##### DATA EXTRACTS

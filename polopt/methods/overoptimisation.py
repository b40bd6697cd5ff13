"""Over-optimisation of a learned reward: the table and the plot of true and learned reward against KL.

Optimising a learned reward harder (best-of-n with larger n, KL-regularised RL with
smaller beta) moves the policy further from the reference; the learned reward keeps
rising while the true reward rises less, and can fall (Gao et al., Scaling laws for
reward model overoptimization, 2023, who plot both against the KL or its square
root). The rows come from ``polopt compare`` runs with ``method.reward=PATH`` (each
summary's ``kl_to_reference``, ``learned_reward``, ``true_reward``) or from the exact
targets computed by ``bench/overoptimisation.py``; this module only renders them.

A row is a dict with ``group`` (what the curve is, e.g. the reward model's training
set size), ``method``, ``knob`` (n or beta), ``kl_to_reference``, ``learned_reward``,
``true_reward``.
"""

from __future__ import annotations

from pathlib import Path

HEAD = ("group", "method", "knob", "kl_to_reference", "learned_reward", "true_reward", "overestimate")


def render(rows: list[dict], title: str) -> str:
    """The rows as a fixed-width text table; ``overestimate`` = learned - true."""
    def cells(r):
        return [str(r["group"]), r["method"], f"{r['knob']:g}", f"{r['kl_to_reference']:.4f}",
                f"{r['learned_reward']:+.4f}", f"{r['true_reward']:+.4f}",
                f"{r['learned_reward'] - r['true_reward']:+.4f}"]

    body = [cells(r) for r in rows]
    widths = [max(len(line[c]) for line in [list(HEAD), *body]) for c in range(len(HEAD))]
    lines = [title] + ["  ".join(c.ljust(w) for c, w in zip(line, widths, strict=True)) for line in [list(HEAD), *body]]
    return "\n".join(lines)


def plot(rows: list[dict], path: Path, title: str) -> Path:
    """One PNG, a panel per method: true (solid) and learned (dashed) reward against KL to the reference,
    one colour per group."""
    import matplotlib

    matplotlib.use("Agg")
    import matplotlib.pyplot as plt

    methods = list(dict.fromkeys(r["method"] for r in rows))
    groups = list(dict.fromkeys(r["group"] for r in rows))
    fig, axes = plt.subplots(1, len(methods), figsize=(6 * len(methods), 4.5), squeeze=False)
    for ax, method in zip(axes[0], methods, strict=True):
        for colour, group in enumerate(groups):
            mine = sorted((r for r in rows if r["method"] == method and r["group"] == group),
                          key=lambda r: r["kl_to_reference"])
            if not mine:
                continue
            kl = [r["kl_to_reference"] for r in mine]
            ax.plot(kl, [r["true_reward"] for r in mine], "-o", color=f"C{colour}", markersize=3,
                    label=f"{group}: true")
            ax.plot(kl, [r["learned_reward"] for r in mine], "--", color=f"C{colour}", label=f"{group}: learned")
        ax.set_xlabel("KL(pi || pi_ref)")
        ax.set_ylabel("expected reward (reference = 0)")
        ax.set_title(f"{method}: {title}")
        ax.grid(alpha=0.3)
        ax.legend(fontsize=7)
    fig.tight_layout()
    fig.savefig(path, dpi=120)
    plt.close(fig)
    return Path(path)


def rows_of_runs(rows: list[dict], summaries: list[dict]) -> list[dict]:
    """``polopt compare``'s rows and summaries of runs on a learned reward, as rows of this module
    (the group is the reward model file); runs without a learned reward are left out."""
    out = []
    for r, s in zip(rows, summaries, strict=True):
        if s.get("learned_reward") is None:
            continue
        knob = s["method_config"].get("n", 4) if s["method"] == "best_of_n" else s["beta"]
        out.append({"group": s["reward_model"], "method": s["method"], "knob": float(knob),
                    "kl_to_reference": r["kl_to_reference"], "learned_reward": s["learned_reward"],
                    "true_reward": s["true_reward"]})
    return out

##########

**PROBLEM REQUIREMENTS:**
Give back exactly the lines of the listing, starting with the first and ending with the one bearing "rising while the". Add no other lines.

**SOLUTION TO THIS PROBLEM:**
filename polopt/methods/overoptimisation.py
repository b40bd6697cd5ff13
"""Over-optimisation of a learned reward: the table and the plot of true and learned reward against KL.

Optimising a learned reward harder (best-of-n with larger n, KL-regularised RL with
smaller beta) moves the policy further from the reference; the learned reward keeps
rising while the true reward rises less, and can fall (Gao et al., Scaling laws for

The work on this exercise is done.